Choosing tokenization or synthesis

You can configure each Textual built-in and custom entity type. Whether you redact text, json, html, or binary files such as PDF, the configuration is the same. This configuration determines how each entity is handled and ultimately determines the look and feel of your output data.

Available states for entity types

Each built-in and custom entity type that Textual supports can be set to one of the following states. These states determine what the value looks like in the output.

  • Ignored

  • Redacted or tokenized

  • Synthesized

  • Group synthesized

Ignored

When ignored, an entity is kept as is in the output.

Redaction / Tokenization

Tokenized (also referred to as redacted) entities are replaced with unique and reversible tokens. For example:

My name is John Smith. -> My name is [NAME_GIVEN_dySb5] [NAME_FAMILY_7w4Db3].

Synthesis

Synthesized entities are replaced with realistic fake values, For example:

My name is John Smith. -> My name is Alan Johnson

These fake values are consistent. So in the above example, John changed to Alan and does so in all cases within the document and optionally across documents as well.

To further customize how synthesized values are generated for specific entity types, see Customizing synthesis with generator metadata.

Group synthesis

Group synthesized entities are also replaced with realistic values. However, Textual alsoi performs an entity-linking operation.

Configuring handling for entity types

To configure how built-in entity types are treated, all SDK functions that operate on data support the generator_default and generator_config function parameters.

generator_default defines the default configuration for all entity types.

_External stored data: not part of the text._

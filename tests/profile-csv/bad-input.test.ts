/**
 * Every bad upload the upload rules name is rejected with the
 * physical line of the file, a message saying what is wrong and how to fix it,
 * and the general hint. Line numbers below are counted by hand from the
 * literal files [D: line 1 is the header unless stated].
 */
import { describe, expect, it } from 'vitest';
import { decodeProfileBytes } from '../../shared/profile-csv/decode-profile-bytes';
import { parseProfileCsv } from '../../shared/profile-csv/parse-profile-csv';
import { PRICE, csv, expectIssues, rejected } from './support';

describe('rejects files that are not a profile at all', () => {
  it('rejects an empty file on line 1', () => {
    expectIssues('', [[1, /file is empty/]]);
  });

  it('rejects a file of blank lines as empty', () => {
    expectIssues('\n  \r\n\n', [[1, /file is empty/]]);
  });

  it('rejects a header with no data rows below it', () => {
    expectIssues(csv('time,price'), [[1, /header row \(line 1\) but no data rows/]]);
  });

  it('rejects a file whose first line is data instead of a header', () => {
    expectIssues(csv('2026-01-01T00:00:00+01:00,10', '2026-01-01T01:00:00+01:00,11'), [[1, /needs a header row.*time,value/]]);
  });

  it('rejects a file with no timestamp column, naming the headers it saw', () => {
    expectIssues(csv('site,price', 'north,10', 'north,11'), [[1, /no timestamp column.*"site", "price"/]]);
  });

  it('rejects a tab-separated file, which has a single column for comma/semicolon', () => {
    expectIssues(csv('time\tprice', '2026-01-01T00:00Z\t1'), [[1, /single column.*tabs are not accepted/]]);
  });

  it('rejects a file with a single data row: the resolution cannot be told', () => {
    expectIssues(csv('time,price', '2026-01-01T00:00:00+01:00,10'), [[2, /only data row/]]);
  });
});

describe('rejects binary content as not a CSV text file', () => {
  it('rejects NUL bytes, naming their line', () => {
    const text = csv('time,price', '2026-01-01T00:00:00+01:00,10', '2026-01-01T01:00\u0000\u0000,11');
    expectIssues(text, [[3, /control bytes \(such as NUL\).*not a CSV text file/]]);
  });

  it('rejects a ZIP archive (a spreadsheet) renamed .csv', () => {
    // A ZIP local file header starts with the bytes 50 4B 03 04 [S: PKWARE APPNOTE.TXT, section 4.3.7].
    const bytes = new Uint8Array([0x50, 0x4b, 0x03, 0x04, 0x14, 0x00, 0x06, 0x00, 0x08, 0x00, 0xa3, 0xff, 0x10]);
    expectIssues(decodeProfileBytes(bytes), [[1, /not a CSV text file/]]);
  });

  it('rejects bytes that are not valid UTF-8, on the line where they occur', () => {
    // 0xFF never occurs in UTF-8 [S: RFC 3629 section 1]; the decoder writes U+FFFD for it.
    const head = new TextEncoder().encode(csv('time,price', '2026-01-01T00:00:00+01:00,10', '2026-01-01T01:00:00+01:00,'));
    const bytes = new Uint8Array([...head.subarray(0, head.length - 1), 0xff, 0xfe, 0x0a]);
    expectIssues(decodeProfileBytes(bytes), [[3, /not valid UTF-8.*Save the data as CSV \(UTF-8\)/]]);
  });

  it('rejects a UTF-16 file (NUL between ASCII letters) on line 1', () => {
    // UTF-16LE writes "t" as 74 00 [S: RFC 2781 section 2]; read as UTF-8 those zero bytes are NULs.
    const utf16 = new Uint8Array([0xff, 0xfe, 0x74, 0x00, 0x69, 0x00, 0x6d, 0x00, 0x65, 0x00]);
    expectIssues(decodeProfileBytes(utf16), [[1, /not a CSV text file/]]);
  });
});

describe('rejects unreadable times and values, naming each line', () => {
  it('rejects a time that is not ISO 8601 and shows the accepted forms', () => {
    const text = csv('time,price', '2026-01-01T00:00:00+01:00,10', '01.01.2026 01:00,11', '2026-01-01T02:00:00+01:00,12');
    expectIssues(text, [[3, /"01\.01\.2026 01:00" is not an ISO 8601 date and time.*2026-01-01T00:00:00\+01:00/]]);
  });

  it('rejects a calendar date that does not exist', () => {
    // 2026 is not a leap year, so February has 28 days [S: Gregorian calendar rule].
    const text = csv('time,price', '2026-02-28T23:00:00+01:00,10', '2026-02-29T00:00:00+01:00,11');
    expectIssues(text, [[3, /day 29, which does not exist in 2026-02/]]);
  });

  it('rejects a time with a date but no time of day', () => {
    expectIssues(csv('time,price', '2026-01-01,10', '2026-01-02,11'), [
      [2, /has a date but no time of day/],
      [3, /has a date but no time of day/],
    ]);
  });

  it('rejects a value that is not a number', () => {
    const text = csv('time,price', '2026-01-01T00:00:00+01:00,10', '2026-01-01T01:00:00+01:00,12 EUR');
    expectIssues(text, [[3, /"12 EUR" is not a number in "price".*plain number/]]);
  });

  it('rejects a decimal comma in a comma-separated file, pointing to semicolons', () => {
    const text = csv('time,price', '2026-01-01T00:00:00+01:00,"10,5"', '2026-01-01T01:00:00+01:00,11');
    expectIssues(text, [[2, /decimal comma.*only in semicolon-separated files/]]);
  });

  it('rejects thousands separators rather than guessing them', () => {
    const text = csv('time;price', '2026-01-01T00:00:00+01:00;1.234,5', '2026-01-01T01:00:00+01:00;11');
    expectIssues(text, [[2, /"1\.234,5" is not a number/]]);
  });

  it.each([
    ['NaN', /"NaN" is not a finite number/],
    ['Infinity', /"Infinity" is not a finite number/],
    ['-inf', /"-inf" is not a finite number/],
    // The largest double is about 1.7977e308, so 1e309 rounds to Infinity [S: IEEE 754-2019 binary64; ECMA-262 Number.MAX_VALUE].
    ['1e309', /"1e309" is too large to be a finite number/],
  ])('rejects the non-finite value %s', (value, pattern) => {
    const text = csv('time,price', `2026-01-01T00:00:00+01:00,${value}`, '2026-01-01T01:00:00+01:00,11');
    expectIssues(text, [[2, pattern]]);
  });

  it('rejects an empty value unless gap filling is on, and says so', () => {
    const text = csv('time,price', '2026-01-01T00:00:00+01:00,10', '2026-01-01T01:00:00+01:00,', '2026-01-01T02:00:00+01:00,12');
    expectIssues(text, [[3, /value in "price" is empty.*gap filling/]]);
  });

  it('rejects a row with too few fields', () => {
    const text = csv('time,price', '2026-01-01T00:00:00+01:00,10', '2026-01-01T01:00:00+01:00', '2026-01-01T02:00:00+01:00,12');
    expectIssues(text, [[3, /has 1 field but the header has 2/]]);
  });

  it('rejects an unclosed quote on the line where the field starts', () => {
    const text = csv(
      'time,price',
      '2026-01-01T00:00:00+01:00,10',
      '2026-01-01T01:00:00+01:00,"11',
      '2026-01-01T02:00:00+01:00,12',
    );
    const { issues } = rejected(text);
    expect(issues[0]).toEqual({ line: 3, message: expect.stringMatching(/quoted field whose quotes do not match/) });
  });
});

describe('rejects series that are not one regular series', () => {
  it('rejects a duplicate timestamp, naming both lines', () => {
    const text = csv(
      'time,price',
      '2026-01-01T00:00:00+01:00,10',
      '2026-01-01T01:00:00+01:00,11',
      '2026-01-01T01:00:00+01:00,12',
      '2026-01-01T02:00:00+01:00,13',
    );
    expectIssues(text, [[4, /same interval as line 3 \(2026-01-01T01:00:00\+01:00\)/]]);
  });

  it('rejects the same instant written with two different offsets as a duplicate', () => {
    // 01:00+01:00 and 00:00Z name the same instant [S: RFC 3339 section 4.2, local offsets].
    const text = csv('time,price', '2026-01-01T00:00:00Z,10', '2026-01-01T01:00:00+01:00,11', '2026-01-01T01:00:00Z,12');
    expectIssues(text, [
      [3, /offset jumps from \+00:00 \(line 2\) to \+01:00/],
      [3, /same interval as line 2/],
      [4, /offset jumps from \+01:00 \(line 3\) to \+00:00/],
    ]);
  });

  it('rejects rows out of time order', () => {
    const text = csv(
      'time,price',
      '2026-01-01T00:00:00+01:00,10',
      '2026-01-01T02:00:00+01:00,12',
      '2026-01-01T01:00:00+01:00,11',
      '2026-01-01T03:00:00+01:00,13',
    );
    expectIssues(text, [[4, /earlier than line 3.*Sort the rows/]]);
  });

  it('rejects an irregular step at the stray row only', () => {
    const text = csv(
      'time,price',
      '2026-01-01T00:00:00+01:00,10',
      '2026-01-01T01:00:00+01:00,11',
      '2026-01-01T01:40:00+01:00,12',
      '2026-01-01T02:00:00+01:00,13',
      '2026-01-01T03:00:00+01:00,14',
    );
    expectIssues(text, [[4, /40 minutes after line 3.*not a whole number of 60-minute intervals/]]);
  });

  it('rejects a series whose step is not 5, 15, 30 or 60 minutes', () => {
    const text = csv('time,price', '2026-01-01T00:00Z,10', '2026-01-01T00:10Z,11', '2026-01-01T00:20Z,12');
    expectIssues(text, [[3, /10 minutes after line 2.*5, 15, 30 or 60 minute/]]);
  });

  it('rejects a gap, naming both sides and how many intervals are missing', () => {
    const text = csv(
      'time,price',
      '2026-01-01T00:00:00+01:00,10',
      '2026-01-01T00:15:00+01:00,11',
      '2026-01-01T01:00:00+01:00,14',
      '2026-01-01T01:15:00+01:00,15',
    );
    // 00:15 → 01:00 is 45 minutes = 3 steps of 15, so 2 intervals are missing [D].
    expectIssues(text, [
      [4, /45 minutes after line 3 \(2026-01-01T00:15:00\+01:00\), so 2 intervals of 15 minutes are missing.*gap filling/],
    ]);
  });

  it('rejects a blank first value even with gap filling: nothing to interpolate from', () => {
    const text = csv('time,price', '2026-01-01T00:00:00+01:00,', '2026-01-01T01:00:00+01:00,11');
    expectIssues(text, [[2, /first value is empty.*value before and after/]], { fillGaps: true });
  });
});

If not set, the default is Redaction, meaning that entities of all types are redacted or tokenized.

generator_config allows for more fine-grained control. Different entity types can use different options. For example, one common strategy is to set generator_default to Off. This tells Textual to ignore all entity types. generator_config is then used to re-enable redaction or synthesis for specific entity types that are relevant to you.

In code, generator_default``and ``generator_config accept the following possible values, which are case-sensitive.

  • Off: Ignores entities

  • Redaction: Tokenizes entities

  • Synthesis: Standard synthesis with realistic replacement values

  • GroupingSynthesis: LLM-based synthesis that maintains contextual relationships between entities

The following example passes a string to the redact method. It sets generator_default to Off, and configures a handful of entity types with Synthesis.

from tonic_textual.redact_api import TextualNer

textual = TextualNer()
generator_config = {"NAME_GIVEN":"Synthesis", "ORGANIZATION":"Synthesis"}
raw_synthesis = textual.redact(
    "My name is John, and today I am demoing Textual, a software product created by Tonic",
    generator_default='Off',
    generator_config=generator_config)
print(raw_synthesis.describe())

This produces the following output:

My name is Alfonzo, and today I am demoing Textual, a software product created by New Ignition Worldwide
{
    "start": 11,
    "end": 15,
    "new_start": 11,
    "new_end": 18,
    "label": "NAME_GIVEN",
    "text": "John",
    "score": 0.9,
    "language": "en",
    "new_text": "Alfonzo"
}
{
    "start": 79,
    "end": 84,
    "new_start": 82,
    "new_end": 104,
    "label": "ORGANIZATION",
    "text": "Tonic",
    "score": 0.9,
    "language": "en",
    "new_text": "New Ignition Worldwide"
}

Advanced configuration

For built-in entity types, you can use regular expressions to modify the detection. A regular expression can be used to:

  • Identify additional values for a given entity type.

  • Exclude specified values from a given entity type.

All SDK functions that modify data accept the parameters label_allow_lists and label_block_lists. These lists are set for each entity type.

To start, we’ll exclude certain matches from the NAME_FAMILY and ORGANIZATION entity types. Below, we provide a regular expression for NAME_FAMILY. For example, this could prevent ‘Wilson’ from being tagged as a last name in the below text

I suffer from Wilson Disease

We’ll also exclude from ORGANIZATION any of the exact string matches for Tonic.

label_block_lists = {
    "NAME_FAMILY": [r'.*\s(Disease|Syndrome|Condition)'],
    "ORGANIZATION": ['tonic','TONIC', 'Tonic']
}

ner.redact('<some text here>', label_block_lists = label_block_lists)

Similar to how you use label_block_lists to exclude text, you can use label_allow_lists to detect additional values. In the below example, we identify all matches of the below regular expression as HEALTHCARE_ID entity values.

label_allow_lists = {
    "HEALTHCARE_ID": [r'[a-zA-Z]{2}\-\d{7}']
}

ner.redact('<some text here>', label_allow_lists = label_allow_lists)

Custom entity type configuration

All of the configuration options above also apply to custom entity types.

However, by default, custom entity types are not used unless you explicitly include them in a given request.

Each Python SDK method supports a function parameter called custom_entities. It is a Python list of names of custom entity types to include in the request.